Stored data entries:
* * * * * * *

"""For operators: Prometheus metrics and a status page for people.

GET /metrics needs no key, as is usual for a scrape target: it shows counts, times and network
ids, never a tenant's name, network names or data. GET /status is a tenant's own view and takes
the key in a form a browser can send (HTTP Basic)."""

from __future__ import annotations

import base64
import binascii
from typing import Annotated

from fastapi import APIRouter, Depends, Query, Request
from fastapi.responses import HTMLResponse, Response
from prometheus_client.exposition import CONTENT_TYPE_PLAIN_0_0_4
from starlette.datastructures import Headers

from service import auth
from service.api.deps import MAX_ID, CacheDep, SessionDep, get_identity, sessions_of
from service.auth import Identity
from service.errors import UnknownNetworkChoice
from service.metrics import render_metrics
from service.problems import PROBLEM_RESPONSES, Forbidden, NotFound, Unauthorized
from service.status_page import gather, render

__all__ = ["router"]

router = APIRouter(tags=["operations"])

# No script, no outside resource, not framed: only the page's own inline styles and SVG.
_PAGE_HEADERS = {
    "Content-Security-Policy": "default-src 'none'; style-src 'unsafe-inline'; "
    "img-src data:; frame-ancestors 'none'; form-action 'none'; base-uri 'none'",
    "X-Content-Type-Options": "nosniff",
    "Referrer-Policy": "no-referrer",
    # A tenant's page: never kept by a shared cache, nor by the browser after the session.
    "Cache-Control": "no-store",
}


class SignInRequired(Unauthorized):
    """401 with a Basic challenge, so that a browser asks for the key."""

    def __init__(self, detail: str) -> None:
        super().__init__(detail)
        self.headers = {"WWW-Authenticate": 'Basic realm="stockrelay", charset="UTF-8"'}


def presented_key(authorization: str) -> str | None:
    """The API key in an Authorization header: `Bearer KEY`, or HTTP Basic with the key as the
    password (any user name). None when there is none."""
    scheme, _, credentials = authorization.partition(" ")
    credentials = credentials.strip()
    if scheme.lower() == "bearer":
        return credentials or None
    if scheme.lower() != "basic":
        return None
    try:
        decoded = base64.b64decode(credentials, validate=True).decode("utf-8")
    except (binascii.Error, UnicodeDecodeError):
        return None
    _user, colon, password = decoded.partition(":")
    if not colon or not password:
        return None
    return password


async def page_reader(request: Request) -> Identity:
    """The caller of a page, with read scope; 401 with a Basic challenge otherwise.

    The key is checked exactly as for the API (key cache, revocation, rate limit) by handing it
    on as a bearer token."""
    key = presented_key(request.headers.get("authorization", ""))
    if key is None:
        raise SignInRequired(
            "sign in with an API key as the password (any user name), or send "
            "Authorization: Bearer <API key>"
        )
    headers = Headers(scope=request.scope).mutablecopy()
    headers["authorization"] = f"Bearer {key}"
    # The same scope otherwise: request.state (request id, identity) is shared with `request`.
    as_bearer = Request({**request.scope, "headers": headers.raw}, request.receive)
    try:
        identity = await get_identity(as_bearer)
    except Unauthorized as exc:
        raise SignInRequired(exc.detail) from exc
    if not auth.scope_allows(identity.scope, "read"):
        raise Forbidden(f"key {identity.key_prefix} has no read scope")
    return identity


PageReader = Annotated[Identity, Depends(page_reader)]


@router.get(
    "/metrics",
    response_class=Response,
    responses={
        200: {
            "description": "Prometheus text format 0.0.4.",
            "content": {CONTENT_TYPE_PLAIN_0_0_4: {"schema": {"type": "string"}}},
        }
    },
)
def metrics(request: Request) -> Response:
    """Prometheus metrics; no key needed, as usual for scrape targets (nothing of a tenant's
    beyond network ids: see service/metrics.py for every metric). Solve, job, queue and policy
    metrics are read from the database at each scrape and are the same from every API process;
    recommendation latency and policy cache lookups are this API process's own (summed over the
    processes of the server when PROMETHEUS_MULTIPROC_DIR is set)."""
    body = render_metrics(lambda: sessions_of(request))
    return Response(content=body, media_type=CONTENT_TYPE_PLAIN_0_0_4)


@router.get(
    "/status",
    response_class=HTMLResponse,
    responses={
        200: {"description": "An HTML page.", "content": {"text/html": {}}},
        **{status: PROBLEM_RESPONSES[status] for status in (401, 403, 404, 422, 429, 503)},
    },
)
def status_page(
    session: SessionDep,
    cache: CacheDep,
    caller: PageReader,
    network: Annotated[
        int | None,
        Query(
            ge=1, le=MAX_ID, description="The network whose policy is pictured; default: the first."
        ),
    ] = None,
) -> HTMLResponse:
    """The caller's networks (current version, solve state per criterion), the queue, the
    latest jobs and a heatmap of one network's policy, as an HTML page for people. A browser
    signs in with HTTP Basic: any user name, the API key as the password (or send
    Authorization: Bearer <API key>); read scope suffices."""
    try:
        view = gather(session, cache, caller.tenant_id, caller.tenant, network)
    except UnknownNetworkChoice as exc:
        raise NotFound(str(exc)) from exc
    return HTMLResponse(render(view), headers=_PAGE_HEADERS)
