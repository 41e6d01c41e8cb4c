"""Recommendations: one network's closing stock, or a batch of them.

These are the hot paths: each runs all of its database work in one hop to the thread pool, and
logs one audit line per recommendation served (request id, tenant, network, version, latency;
never the key)."""

from __future__ import annotations

import json
import logging
import time
from datetime import date
from typing import Any

from fastapi import APIRouter, Request
from pydantic import ValidationError
from sqlalchemy.orm import Session
from starlette.concurrency import run_in_threadpool

from service.api.deps import CacheDep, NetworkId, Reader, sessions_of
from service.api.schemas.problem_types import Problem
from service.api.schemas.recommendations import (
    BatchItem,
    BatchOutcome,
    BatchRequest,
    BatchResponse,
    RecommendationOut,
    RecommendationRequest,
)
from service.api.views import recommendation_out
from service.auth import Identity
from service.json_pointer import json_pointer
from service.metrics import observe_recommendation
from service.notes import notes_for
from service.problems import POLICY_NOT_READY, problem_body, problem_for
from service.serving import NetworkRef, PolicyCache, recommend

router = APIRouter(tags=["recommendations"])
log = logging.getLogger(__name__)
audit = logging.getLogger("stockrelay.audit")


def _audit(request: Request, caller: Identity, out: RecommendationOut, started: float) -> None:
    audit.info(
        json.dumps(
            {
                "event": "recommendation",
                "request_id": request.state.request_id,
                "tenant": caller.tenant,
                "network_id": out.network_id,
                "version": out.version,
                "criterion": out.criterion,
                "stale": out.stale,
                "latency_ms": round(1000 * (time.perf_counter() - started), 3),
            }
        )
    )


def _recommend_one(
    session: Session,
    cache: PolicyCache,
    tenant_id: int,
    network_id: NetworkId,
    stock: dict[str, int],
    criterion: str | None,
    business_date: date | None,
) -> RecommendationOut:
    served, recommendation, night_of = recommend(
        session,
        cache,
        NetworkRef(network_id, tenant_id),
        stock,
        criterion,
        business_date=business_date,
    )
    notes = notes_for(session, network_id, served, recommendation, night_of)
    return recommendation_out(network_id, served, recommendation, night_of, notes=notes)


@router.post(
    "/v1/networks/{network_id}/recommendation",
    response_model=RecommendationOut,
    responses=POLICY_NOT_READY,
)
async def recommend_transfers(
    network_id: NetworkId,
    body: RecommendationRequest,
    request: Request,
    cache: CacheDep,
    caller: Reader,
) -> RecommendationOut:
    """Tonight's transfers from this closing stock, and what they are worth."""
    started = time.perf_counter()

    def work() -> RecommendationOut:
        with sessions_of(request).begin() as session:
            return _recommend_one(
                session,
                cache,
                caller.tenant_id,
                network_id,
                body.stock,
                body.criterion,
                body.business_date,
            )

    out = await run_in_threadpool(work)
    _audit(request, caller, out, started)
    observe_recommendation("single", started)
    return out


@router.post("/v1/recommendations/batch", response_model=BatchResponse)
async def recommend_batch(
    body: BatchRequest, request: Request, cache: CacheDep, caller: Reader
) -> BatchResponse:
    """Up to 1,000 recommendations, answered in order: one result or one problem per item, so a
    bad item never fails the others."""
    started = time.perf_counter()

    def work() -> BatchResponse:
        with sessions_of(request).begin() as session:
            return BatchResponse(
                items=[
                    _one(index, raw, request, session, cache, caller.tenant_id)
                    for index, raw in enumerate(body.items)
                ]
            )

    response = await run_in_threadpool(work)
    for outcome in response.items:
        if outcome.result is not None:
            _audit(request, caller, outcome.result, started)
    observe_recommendation("batch", started)
    return response


def _one(
    index: int,
    raw: Any,
    request: Request,
    session: Session,
    cache: PolicyCache,
    tenant_id: int,
) -> BatchOutcome:
    try:
        item = BatchItem.model_validate(raw)
    except ValidationError as exc:
        errors = [
            {
                "pointer": json_pointer("items", index, *error["loc"]),
                "detail": error["msg"],
            }
            for error in exc.errors(include_url=False)
        ]
        detail = "; ".join(f"{e['pointer']}: {e['detail']}" for e in errors)
        body = problem_body(request, 422, "invalid-input", "Invalid input", detail, errors=errors)
        return BatchOutcome(problem=Problem.model_validate(body))
    try:
        with session.begin_nested():
            out = _recommend_one(
                session,
                cache,
                tenant_id,
                item.network_id,
                item.stock,
                item.criterion,
                item.business_date,
            )
    except Exception as exc:
        known = problem_for(exc)
        if known is None:
            log.exception("request %s: batch item %d failed", request.state.request_id, index)
            known = (500, "internal-error", "Internal error", "this item failed", {})
        status, slug, title, detail, extensions = known
        if "errors" in extensions:
            # Pointers into this item of the batch, not into a single request's body.
            extensions = {
                **extensions,
                "errors": [
                    {**error, "pointer": f"/items/{index}{error['pointer']}"}
                    for error in extensions["errors"]
                ],
            }
        body = problem_body(request, status, slug, title, detail, item=index, **extensions)
        return BatchOutcome(problem=Problem.model_validate(body))
    return BatchOutcome(result=out)
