def _heatmap_section(view: StatusView) -> str:
    if view.heatmap is None:
        return ""
    heatmap = view.heatmap
    picture = heatmap.svg if heatmap.svg is not None else '<p class="empty">No picture.</p>'
    return (
        f'<section id="policy"><h2>Policy of {_e(heatmap.network.name)}</h2>'
        f'<p class="detail">{_e(heatmap.note)} Net units moved tonight, by closing stock.</p>'
        f'<figure class="picture">{picture}</figure></section>'
    )


def _tiles(view: StatusView) -> str:
    ready = sum(cell.state == SolveStatus.READY for n in view.networks for cell in n.solves)
    failed = sum(job.state == JobState.FAILED.value for job in view.recent)
    tiles: Iterable[tuple[str, int]] = (
        ("networks", len(view.networks)),
        ("policies ready", ready),
        ("queued", view.queued),
        ("running", view.running),
        ("failed, last 20 jobs", failed),
    )
    return (
        '<ul class="tiles">'
        + "".join(f"<li><b>{count}</b> {_e(label)}</li>" for label, count in tiles)
        + "</ul>"
    )


_STYLE = """
:root { --ink: #1d2330; --muted: #667085; --paper: #f7f6f2; --card: #ffffff; --rule: #dedbd2;
  --accent: #3d5a80; }
* { box-sizing: border-box; }
body { margin: 0; font: 14px/1.45 system-ui, sans-serif; color: var(--ink);
  background: var(--paper); }
header { background: var(--ink); color: #f4f1ea; padding: 14px 28px; display: flex;
  align-items: baseline; gap: 18px; flex-wrap: wrap; }
header h1 { font-size: 18px; margin: 0; letter-spacing: 0.04em; }
header p { margin: 0; color: #c8c3b8; }
main { padding: 18px 28px 40px; max-width: 1280px; }
section { background: var(--card); border: 1px solid var(--rule); border-radius: 6px;
  padding: 12px 16px; margin: 0 0 18px; }
h2 { font-size: 15px; margin: 0 0 10px; }
table { border-collapse: collapse; width: 100%; }
th { text-align: left; font-weight: 600; color: var(--muted); border-bottom: 2px solid var(--rule);
  padding: 4px 8px; }
td { border-bottom: 1px solid var(--rule); padding: 5px 8px; vertical-align: top; }
td.num { text-align: right; font-variant-numeric: tabular-nums; }
tr.chosen td { background: #eef2f7; }
a { color: var(--accent); }
.tiles { list-style: none; display: flex; gap: 12px; padding: 0; margin: 0 0 18px;
  flex-wrap: wrap; }
.tiles li { background: var(--card); border: 1px solid var(--rule); border-radius: 6px;
  padding: 8px 14px; color: var(--muted); }
.tiles b { display: block; font-size: 20px; color: var(--ink); }
.state { display: inline-block; padding: 0 8px; border-radius: 10px; font-size: 12px;
  font-weight: 600; border: 1px solid transparent; }
.state-ready, .state-done { background: #e4f0e8; color: #24613f; border-color: #b9d8c4; }
.state-queued { background: #f6efdc; color: #7a5a12; border-color: #e4d3a4; }
.state-running { background: #e3ebf5; color: #29507a; border-color: #bccde3; }
.state-failed { background: #f6e3de; color: #8e2f1e; border-color: #e5bcb2; }
.state-not-requested { background: #eeede9; color: var(--muted); }
.detail { color: var(--muted); font-size: 12px; }
.error { color: #8e2f1e; font-size: 12px; white-space: pre-wrap; word-break: break-word; }
.empty { color: var(--muted); margin: 4px 0; }
figure.picture { margin: 0; }
.caution { margin: 0 0 14px; padding: 8px 14px; border-left: 4px solid #c9a227;
  background: #fbf6e4; color: #5c4a10; }
svg.spark { display: block; }
svg.heatmap { max-width: 100%; height: auto; }
"""
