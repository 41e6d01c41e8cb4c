"""Dependencies shared by the routers: settings, one session per request, the policy cache,
and the caller's identity (API key, tenant, scope), rate-limited per key."""

from __future__ import annotations

import hashlib
import threading
import time
from collections.abc import Iterator
from typing import Annotated, Any

from fastapi import Depends, Path, Request
from sqlalchemy.orm import Session, sessionmaker
from starlette.concurrency import run_in_threadpool

from service import auth, networks
from service.auth import Identity, Scope
from service.middleware import repeat_allowed
from service.networks import Network
from service.problems import (
    Forbidden,
    NotFound,
    RateLimited,
    Unauthorized,
)
from service.ratelimit import RateLimiter
from service.serving import PolicyCache
from service.settings import Settings

__all__ = [
    "Admin",
    "CacheDep",
    "ItemCacheDep",
    "JobId",
    "NetworkId",
    "Reader",
    "Require",
    "SessionDep",
    "SettingsDep",
    "Writer",
    "get_network",
    "id_path",
    "media_type",
    "sessions_of",
]


# Reading app.state never blocks: async dependencies run on the event loop, where a plain `def`
# would cost a hand-off to the thread pool and back on every request.
async def get_settings(request: Request) -> Settings:
    settings: Settings = request.app.state.settings
    return settings


def sessions_of(request: Request) -> sessionmaker[Session]:
    factory: sessionmaker[Session] = request.app.state.sessions
    return factory


def get_session(request: Request) -> Iterator[Session]:
    with sessions_of(request).begin() as session:
        yield session


async def get_cache(request: Request) -> PolicyCache:
    cache: PolicyCache = request.app.state.policy_cache
    return cache


async def get_item_cache(request: Request) -> PolicyCache:
    cache: PolicyCache = request.app.state.item_policy_cache
    return cache


# Ids are 32-bit in the database; larger ones can only be absent (and must not overflow a driver).
MAX_ID = 2_147_483_647


def id_path(description: str) -> Any:
    """A path parameter holding a row's id, described as `description`."""
    return Path(ge=1, le=MAX_ID, description=description)


NetworkId = Annotated[int, id_path("A network's id.")]
JobId = Annotated[int, id_path("A solve job's id.")]

SettingsDep = Annotated[Settings, Depends(get_settings)]
# scope="function": the transaction commits before the response is sent, so a client that
# acts on a 201 at once finds what it created, and a failed commit is the client's answer too.
SessionDep = Annotated[Session, Depends(get_session, scope="function")]
CacheDep = Annotated[PolicyCache, Depends(get_cache)]
# Decoded policies of assortment items, keyed by (policy id, criterion).
ItemCacheDep = Annotated[PolicyCache, Depends(get_item_cache)]


class KeyCache:
    """Identities of recently seen keys, by SHA-256 of the key, for `seconds`: a revoked key
    stops working within that time. Keeps the key itself nowhere."""

    def __init__(self, seconds: float) -> None:
        self.seconds = seconds
        self._entries: dict[str, tuple[float, Identity]] = {}
        self._lock = threading.Lock()

    def get(self, digest: str) -> Identity | None:
        with self._lock:
            entry = self._entries.get(digest)
        if entry is None or entry[0] < time.monotonic():
            return None
        return entry[1]

    def put(self, digest: str, identity: Identity) -> None:
        with self._lock:
            if len(self._entries) > 10_000:
                self._entries.clear()
            self._entries[digest] = (time.monotonic() + self.seconds, identity)


def _lookup(request: Request, key: str) -> Identity | None:
    with sessions_of(request)() as session:
        return auth.authenticate(session, key)


async def get_identity(request: Request) -> Identity:
    """The caller, from `Authorization: Bearer KEY`; 401 without a valid key, 429 over the
    key's request rate."""
    header = request.headers.get("authorization", "")
    scheme, _, key = header.partition(" ")
    key = key.strip()
    if scheme.lower() != "bearer" or not key:
        raise Unauthorized("send Authorization: Bearer <API key>")
    keys: KeyCache = request.app.state.key_cache
    digest = hashlib.sha256(key.encode()).hexdigest()
    identity = keys.get(digest)
    if identity is None:
        identity = await run_in_threadpool(_lookup, request, key)
        if identity is None:
            raise Unauthorized("the API key is not valid (unknown, malformed or revoked)")
        keys.put(digest, identity)
    limiter: RateLimiter = request.app.state.rate_limiter
    wait = limiter.acquire(identity.key_prefix)
    if wait > 0:
        raise RateLimited(
            f"more than {limiter.rate:g} requests per second with key {identity.key_prefix}",
            retry_after=RateLimiter.retry_after(wait),
        )
    request.state.identity = identity
    return identity


class Require:
    """Dependency: the caller, with at least `scope`. Every /v1 route depends on one: a repeated
    Idempotency-Key gets its kept answer only after these checks pass (service.middleware), and
    the OpenAPI document lists 403 only where a key may lack the scope."""

    def __init__(self, scope: Scope) -> None:
        self.scope: Scope = scope

    async def __call__(
        self, request: Request, identity: Annotated[Identity, Depends(get_identity)]
    ) -> Identity:
        if not auth.scope_allows(identity.scope, self.scope):
            raise Forbidden(
                f"this needs a key with {self.scope} scope; key {identity.key_prefix} "
                f"has {identity.scope}"
            )
        repeat_allowed(request.scope)
        return identity


def require(scope: Scope) -> Require:
    return Require(scope)


Reader = Annotated[Identity, Depends(require("read"))]
Writer = Annotated[Identity, Depends(require("write"))]
Admin = Annotated[Identity, Depends(require("admin"))]


def media_type(request: Request) -> str:
    """The media type of the request's body, without parameters (JSON when not given)."""
    return request.headers.get("content-type", "application/json").split(";")[0].strip()


def get_network(
    session: Session, tenant_id: int, network_id: int, *, archived_ok: bool = False
) -> Network:
    """The tenant's network, or 404 (another tenant's network looks exactly like a missing one)."""
    network = networks.tenant_network(session, tenant_id, network_id)
    if network is None:
        raise NotFound(f"no network {network_id}")
    if network.archived and not archived_ok:
        raise NotFound(
            f"network {network_id} is archived: it is kept (GET /v1/networks/{network_id}) but "
            "serves and accepts nothing more"
        )
    return network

* * * * * * *

Action item:
The answer must be all the lines above that hold the word "Forbidden".

The completed task:
from service.problems import PROBLEM_RESPONSES, Forbidden, NotFound, Unauthorized
        raise Forbidden(f"key {identity.key_prefix} has no read scope")
    Forbidden,
            raise Forbidden(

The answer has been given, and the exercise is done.